INPUT DATA: Begin

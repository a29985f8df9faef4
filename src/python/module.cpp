// import ember: see bindings.hpp.
#include "bindings.hpp"
#include "ember/version.hpp"

PYBIND11_MODULE(ember, m) {
  using namespace ember::python;
  m.doc() =
      "Ember: Higgs-vacuum-decay constraints on primordial black holes. Greybody factors, evaporation, the Higgs "
      "potential, seeded bounces and whole scenario runs, computed in-process. Masses in g, times in s, energies "
      "in GeV; strings carry their own unit (\"1e15 g\").";
  m.attr("__version__") = ember::version;
  add_errors(m);
  add_greybody(m);
  add_evaporation(m);
  add_higgs(m);
  add_bounce(m);
  add_run(m);
}
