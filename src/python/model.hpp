// The Standard Model potential as the Python module holds it: built once, its stability report
// and the mass-loss model for rates computed on first use.
#pragma once

#include <memory>
#include <optional>

#include "ember/evaporation/mass_loss.hpp"
#include "ember/higgs/potential.hpp"
#include "ember/higgs/stability.hpp"

namespace ember::python {

class StandardModel {
 public:
  StandardModel(const higgs::Inputs& inputs, const higgs::StandardModelOptions& options);
  const higgs::Inputs& inputs() const { return inputs_; }
  const higgs::StandardModelOptions& options() const { return options_; }
  const higgs::Running& running() const { return *running_; }
  const higgs::StandardModelPotential& potential() const { return *potential_; }
  const higgs::StabilityReport& report() const;
  // The shipped greybody table and particle set, for Gamma_H and the rate prefactor.
  const evaporation::MassLoss& mass_loss() const;

 private:
  higgs::Inputs inputs_;
  higgs::StandardModelOptions options_;
  std::shared_ptr<const higgs::Running> running_;
  std::shared_ptr<const higgs::StandardModelPotential> potential_;
  mutable std::optional<higgs::StabilityReport> report_;
  mutable std::shared_ptr<const evaporation::MassLoss> mass_loss_;
};

}  // namespace ember::python
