CREATE TABLE `weather_series` (
	`id` integer PRIMARY KEY AUTOINCREMENT NOT NULL,
	`lat_e1` integer NOT NULL,
	`lon_e1` integer NOT NULL,
	`start_date` text NOT NULL,
	`end_date` text NOT NULL,
	`source` text NOT NULL,
	`status` text NOT NULL,
	`attempts` integer DEFAULT 0 NOT NULL,
	`next_attempt_at` integer NOT NULL,
	`fetched_at` integer,
	`ghi_wm2` text,
	`temp_c` text,
	`last_error` text
);
--> statement-breakpoint
CREATE UNIQUE INDEX `weather_series_key_idx` ON `weather_series` (`lat_e1`,`lon_e1`,`start_date`,`end_date`,`source`);--> statement-breakpoint
CREATE INDEX `weather_series_queue_idx` ON `weather_series` (`status`,`next_attempt_at`);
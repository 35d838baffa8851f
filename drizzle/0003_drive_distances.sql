ALTER TABLE `drives` ADD `distance_km` real;--> statement-breakpoint
ALTER TABLE `drives` ADD `distance_source` text DEFAULT 'great-circle' NOT NULL;--> statement-breakpoint
ALTER TABLE `drives` ADD `road_factor` real DEFAULT 1.3 NOT NULL;--> statement-breakpoint
ALTER TABLE `drives` ADD `average_speed_kmh` real DEFAULT 70 NOT NULL;--> statement-breakpoint
ALTER TABLE `drives` ADD `hours_source` text DEFAULT 'typed' NOT NULL;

INPUT DATA: End

YOUR TASK: Reproduce the entries exactly, starting at their first line and stopping after the line with "Higgs-vacuum-decay constraints on".

ANSWER SECTION:
repository a29985f8df9faef4
filename src/python/module.cpp
// import ember: see bindings.hpp.
#include "bindings.hpp"
#include "ember/version.hpp"

PYBIND11_MODULE(ember, m) {
  using namespace ember::python;
  m.doc() =
      "Ember: Higgs-vacuum-decay constraints on primordial black holes. Greybody factors, evaporation, the Higgs "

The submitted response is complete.